Stored dataset items
----------------

def _folder_as_fif(raw, base):
    p = base.with_name(base.name + "_raw.fif")
    p.mkdir(parents=True)
    (p / "inside.txt").write_text("a folder, not a recording\n", encoding="utf-8")
    return p


def _dangling_link(raw, base):
    p = base.with_name(base.name + "_raw.fif")
    p.parent.mkdir(parents=True, exist_ok=True)
    p.symlink_to(p.parent / "moved-away_raw.fif")
    return p


def _vhdr_without(ext):
    def make(raw, base):
        p = _vhdr(raw, base.with_name(base.name + "_eeg.vhdr"))
        p.with_suffix(ext).unlink()
        return p
    return make


def _vhdr_edit(old, new):
    def make(raw, base):
        p = _vhdr(raw, base.with_name(base.name + "_eeg.vhdr"))
        text = p.read_text(encoding="utf-8")
        assert old in text, (old, text[:400])
        p.write_text(text.replace(old, new), encoding="utf-8")
        return p
    return make


def _vhdr_zero_samples(raw, base):
    p = _vhdr(raw, base.with_name(base.name + "_eeg.vhdr"))
    p.with_suffix(".eeg").write_bytes(b"")
    return p


def _vhdr_cut(share):
    def make(raw, base):
        p = _vhdr(raw, base.with_name(base.name + "_eeg.vhdr"))
        _cut(p.with_suffix(".eeg"), share)
        return p
    return make


def _vhdr_markers_past_end(raw, base):
    # pybv refuses markers outside the data, so they are appended to its marker file.
    p = _vhdr(raw, base.with_name(base.name + "_eeg.vhdr"))
    vmrk = p.with_suffix(".vmrk")
    text = vmrk.read_text(encoding="utf-8")
    last = max(int(line.split("=")[0][2:]) for line in text.splitlines() if line.startswith("Mk"))
    extra = "".join(f"Mk{last + k}=Stimulus,S  3,{raw.n_times + 250 * k},1,0\n" for k in range(1, 6))
    vmrk.write_text(text.rstrip("\n") + "\n" + extra, encoding="utf-8")
    return p


def _fif_of(transform):
    def make(raw, base):
        p = base.with_name(base.name + "_raw.fif")
        _fif(transform(raw), p)
        return p
    return make


def _no_stim(raw):
    return raw.copy().drop_channels(["STIM"])


def _unknown_codes(raw):
    return _stim(raw, lambda s: np.where(s > 0, 7.0, 0.0))


def _no_deviant(raw):
    return _stim(raw, lambda s: np.where(s == 4, 3.0, s))


def _drop(names):
    return lambda raw: raw.copy().drop_channels(names)


def _flat_all(raw):
    return _data(raw, lambda d, eeg, sf: d.__setitem__(eeg, 0.0))
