def bootstrap_interval(trials, score_fn, *, n_boot=1000, level=0.95, seed=0, groups=None,
                       batched=False):
    """Percentile bootstrap interval and bootstrap SD of a recording's score.

    Trials are resampled with replacement (Efron & Tibshirani 1993, common practice);
    for a score of several conditions (e.g. deviant minus standard) pass
    ``trials=None`` and ``groups``: each condition is resampled independently within
    itself and the score is ``score_fn(*resampled)``.

    Parameters
    ----------
    trials : ndarray, shape (n_trials, ...) or None
        The recording's trials (None when ``groups`` is given).
    score_fn : callable
        ``score_fn(trials) -> float or ndarray``, or ``score_fn(*conditions)`` with
        ``groups``; see the module notes for ``batched``.
    n_boot : int, default=1000
        Resamples, >= 2.
    level : float, default=0.95
        Coverage of the interval, in (0, 1).
    seed : None, int or numpy.random.Generator, default=0
    groups : sequence of ndarray or None, default=None
        One trial array per condition, each shape (n_trials_g, ...).
    batched : bool, default=False

    Returns
    -------
    low, high : float or ndarray, shape (...), unit of the score
        The (1 - level)/2 and (1 + level)/2 quantiles of the bootstrap scores (linear
        interpolation). Resamples with an undefined (NaN) score are left out; with fewer
        than :data:`MIN_VALID_RESAMPLES` valid ones the result is NaN.
    boot_sd : float or ndarray, shape (...), unit of the score
        SD (ddof=1) of the bootstrap scores: the bootstrap standard error.
    """
    return _bootstrap_summary(trials, score_fn, n_boot, level, seed, groups, batched, "bootstrap_interval")


def _bootstrap_summary(trials, score_fn, n_boot, level, seed, groups, batched, where):
    """Interval and SD of the bootstrap scores, leaving undefined (NaN) resamples out."""
    if not 0 < float(level) < 1:
        raise DefinitionError(problem(where, f"level = {level!r} is outside (0, 1)",
                                      "pass a coverage such as 0.95", key="level"))
    scores = _bootstrap_scores(trials, score_fn, n_boot, seed, groups, batched, where)
    valid = np.isfinite(scores)
    enough = valid.sum(axis=0) >= min(MIN_VALID_RESAMPLES, scores.shape[0])
    with np.errstate(invalid="ignore"):
        filled = np.where(valid, scores, np.nan)
        low, high = (np.where(enough, q, np.nan) for q in _nan_quantiles(filled, level))
        sd = np.where(enough, _nan_sd(filled), np.nan)
    return _plain(low), _plain(high), _plain(sd)
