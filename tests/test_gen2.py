"""The second synthetic generator (tests/gen2) checked on its own, before anything uses it.

gen2 never imports heschl, so these checks use numpy, scipy and mne only: the planted
truth is in the file, the exponential background has the covariance its formula says,
the dipole patterns are mne's forward solution, and the schedules meet heschl's
paradigm definitions.
"""
from __future__ import annotations

import json

import mne
import numpy as np
import pytest

import gen2
from gen2.signals import background, von_mises_kappa
from gen2.spatial import FRONTOCENTRAL, MASTOIDS, _fixed, AUDITORY, _info, _sphere

QUIET = {"blink": False, "saccade": False, "muscle": False, "pop": False, "drift": False, "mains": False}


def _read(path):
    raw = mne.io.read_raw_fif(path, preload=True, verbose="error")
    return raw


@pytest.fixture(scope="module")
def planted(tmp_path_factory):
    """A 20 s, 32-channel exponential-model oddball with one bad channel of every kind."""
    path = tmp_path_factory.mktemp("gen2") / "sub-G01_task-oddball_raw.fif"
    truth = gen2.make_recording(path, paradigm="oddball", n_channels=32, sfreq=500.0, duration_s=20.0,
                                spatial="exponential", bad=5, seed=3)
    return _read(path), truth


def test_planted_truth_names_stored_channels_and_every_kind(planted):
    raw, truth = planted
    kinds = {r["kind"] for r in truth["bad_channels"]}
    assert kinds == set(gen2.BAD_KINDS)
    eeg = [raw.ch_names[i] for i in mne.pick_types(raw.info, eeg=True)]
    assert eeg == truth["stored_channels"] and "Cz" not in eeg      # recorded against Cz
    assert all(r["channel"] in eeg for r in truth["bad_channels"])
    assert not {r["channel"] for r in truth["bad_channels"]} & (set(FRONTOCENTRAL) | set(MASTOIDS))
    json.dumps(truth)                                                # JSON-ready


def test_flat_channel_has_the_planted_variance(planted):
    raw, truth = planted
    flat = next(r for r in truth["bad_channels"] if r["kind"] == "flat")
    x = raw.get_data(picks="eeg") * 1e6
    i = truth["stored_channels"].index(flat["channel"])
    # White noise of 0.15 µV rms, 10000 samples: the sample SD is within 3 % (chi-square, 4 SE).
    assert np.std(x[i]) == pytest.approx(flat["noise_uv"], rel=0.03)
    others = np.delete(np.std(x, axis=1), i)
    assert np.min(others) > 20 * flat["noise_uv"]


def test_bridged_pair_shares_one_signal_and_noisy_channel_is_large(planted):
    raw, truth = planted
    x = mne.filter.filter_data(raw.get_data(picks="eeg"), 500.0, 1.0, 30.0, verbose="error")
    names = truth["stored_channels"]
    pair = [r["channel"] for r in truth["bad_channels"] if r["kind"] == "bridged"]
    assert np.corrcoef(x[names.index(pair[0])], x[names.index(pair[1])])[0, 1] > 0.99
    noisy = next(r for r in truth["bad_channels"] if r["kind"] == "noisy")
    rms = np.sqrt(np.mean(x ** 2, axis=1))
    assert rms[names.index(noisy["channel"])] > 2.5 * np.median(rms)


def test_stim_channel_holds_the_schedule(planted):
    raw, truth = planted
    events = mne.find_events(raw, stim_channel="STIM", shortest_event=1, verbose="error")
    codes = truth["events"]["codes"]
    assert np.allclose(events[:, 0] / raw.info["sfreq"], truth["events"]["onsets_s"], atol=1.0 / raw.info["sfreq"])
    assert [codes[lab] for lab in truth["events"]["labels"]] == list(events[:, 2])


@pytest.mark.parametrize("sensor_noise", [0.0, 0.3])
def test_exponential_background_has_the_formula_covariance(sensor_noise):
    """Correlation of the background equals (1 - s)(c exp(-d/6 cm) + (1 - c) I) + s I, checked with numpy."""
    names = gen2.cap_names(32)
    pos = gen2.positions(names)
    d = np.linalg.norm(pos[:, None] - pos[None], axis=-1)
    expected = (1 - sensor_noise) * (0.85 * np.exp(-d / 0.06) + 0.15 * np.eye(32)) + sensor_noise * np.eye(32)
    model = gen2.spatial_model(names, "exponential", coupling=0.85)
    sfreq, n = 200.0, 240_000
    x = background(np.random.default_rng(11), model.mixing, np.diag(model.cov), n, sfreq, 1.3, sensor_noise)
    # The same 1-30 Hz filter on every channel keeps the spatial covariance (the spectrum is
    # separable) and shortens the 1/f memory, so the sampling error is small.
    x = mne.filter.filter_data(x.astype(float), sfreq, 1.0, 30.0, verbose="error")
    got = np.corrcoef(x)
    # Sampling error only: measured over seeds it falls as 1/sqrt(n) with no bias (mean error
    # over pairs < 0.003); at 1200 s the largest of 496 pair errors is about 0.02-0.03.
    err = np.abs(got - expected)
    assert np.max(err) < 0.045 and np.mean(err) < 0.01


def test_background_scale_and_spectrum():
    """Unit rms in 1-30 Hz per series and a log-log slope of -a (Welch, scipy as the reference)."""
    from scipy.signal import welch

    z = gen2.signals.coloured_noise(np.random.default_rng(5), 8, 120_000, 500.0, 1.3)
    f, p = welch(z, 500.0, nperseg=2000)
    sel = (f >= 2) & (f <= 100)
    slope = np.polyfit(np.log(f[sel]), np.log(p.mean(axis=0)[sel]), 1)[0]
    assert slope == pytest.approx(-1.3, abs=0.05)
    band = (f >= 1) & (f <= 30)
    assert np.sqrt(np.sum(p.mean(axis=0)[band]) * (f[1] - f[0])) == pytest.approx(1.0, rel=0.06)


def test_dipole_patterns_are_mnes_forward_solution():
    """The auditory pattern equals mne.make_forward_solution for the same two dipoles (mne as the reference, docs/REFERENCES.md F42)."""
    names = gen2.cap_names(64)
    model = gen2.spatial_model(names, "dipoles")
    rr, nn = _fixed(names, AUDITORY)
    src = mne.setup_volume_source_space(pos={"rr": rr, "nn": nn}, verbose="error")
    fwd = mne.make_forward_solution(_info(names), trans=None, src=src, bem=_sphere(tuple(names)), meg=False,
                                    eeg=True, verbose="error")
    gain = fwd["sol"]["data"].reshape(len(names), 2, 3)            # free orientation: x, y, z per source
    p = np.einsum("cdk,dk->c", gain, nn)
    p -= p.mean()
    ref = p / np.mean([p[names.index(c)] for c in FRONTOCENTRAL])
    assert np.allclose(model.response, ref, atol=1e-6 * np.abs(ref).max())
    assert model.truth["sphere_radius_m"] == pytest.approx(0.09, abs=0.015)    # an adult head, from memory


@pytest.mark.parametrize("spatial", ["dipoles", "exponential"])
def test_response_reverses_at_the_mastoids(spatial):
    """Under an average reference the fronto-central response inverts at TP9/TP10 (docs/REFERENCES.md F19)."""
    names = gen2.cap_names(32)
    model = gen2.spatial_model(names, spatial)
    assert np.mean([model.response[names.index(c)] for c in FRONTOCENTRAL]) == pytest.approx(1.0)
    assert all(model.response[names.index(m)] < -0.3 for m in MASTOIDS)
    assert abs(model.response.sum()) < 1e-9                          # average reference


def test_von_mises_concentration_gives_the_itpc():
    """Mean resultant length of a von Mises law is I1(k)/I0(k) (docs/REFERENCES.md F43, from memory); check by sampling."""
    for target in (0.5, 0.8):
        phases = np.random.default_rng(2).vonmises(0.0, von_mises_kappa(target), 200_000)
        assert abs(np.abs(np.mean(np.exp(1j * phases))) - target) < 0.005


def test_schedules_meet_the_paradigm_minimums(tmp_path):
    """Test-size recordings carry more trials than heschl's minimums (paradigms/*.toml)."""
    truth = gen2.make_recording(tmp_path / "o_raw.fif", paradigm="oddball", n_channels=32, sfreq=500.0,
                                spatial="exponential", artefacts=QUIET)
    labels = truth["events"]["labels"]
    after_deviant = sum(1 for a, b in zip(labels, labels[1:]) if a == "deviant" and b == "standard")
    assert labels.count("deviant") >= 35 and labels.count("standard") - after_deviant >= 120
    assert all(a != b or a == "standard" for a, b in zip(labels, labels[1:]))   # never two deviants in a row
    assert 60 <= truth["duration_s"] <= 125


def test_make_study_writes_a_study_heschl_can_read(tmp_path):
    """study.toml, participants.tsv and truth.json for a tiny study; the study file parses as TOML."""
    import tomllib

    path = gen2.make_study(tmp_path, n_channels=32, subjects=1, paradigms=("rest",), sfreq=500.0,
                           spatial="exponential", duration_s=25.0, bad=["flat"])
    doc = tomllib.loads(path.read_text(encoding="utf-8"))
    truth = json.loads((tmp_path / "truth.json").read_text(encoding="utf-8"))
    (rel, rec), = truth["recordings"].items()
    assert (tmp_path / rel).is_file() and rec["bad_channels"][0]["kind"] == "flat"
    assert doc["sites"]["gen2lab"]["markers"]["rest"] == {"21": "eyes-open", "22": "eyes-closed"}
    assert doc["common_channels"] == gen2.cap_names(32)
    assert (tmp_path / "participants.tsv").read_text(encoding="utf-8").splitlines()[1] == "sub-G01\tcontrol"


def test_bad_arguments_are_one_line_errors(tmp_path):
    with pytest.raises(ValueError, match="n_channels: 40 is not a cap size"):
        gen2.make_recording(tmp_path / "x_raw.fif", paradigm="rest", n_channels=40)
    with pytest.raises(ValueError, match='spatial: "sheet" is not a spatial model'):
        gen2.spatial_model(gen2.cap_names(32), "sheet")
    with pytest.raises(ValueError, match="bad: unknown kind 'loose'"):
        gen2.make_recording(tmp_path / "x_raw.fif", paradigm="rest", n_channels=32, bad=["loose"])
    with pytest.raises(ValueError, match="sensor_noise: 1.2 is outside"):
        gen2.make_recording(tmp_path / "x_raw.fif", paradigm="rest", sensor_noise=1.2)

----------------

- _ABOUT THIS EXERCISE_
Each line carrying the string "vmrk" should be copied out from the entries.

- _RESPONSE BELOW_
    vmrk = p.with_suffix(".vmrk")
    text = vmrk.read_text(encoding="utf-8")
    vmrk.write_text(text.rstrip("\n") + "\n" + extra, encoding="utf-8")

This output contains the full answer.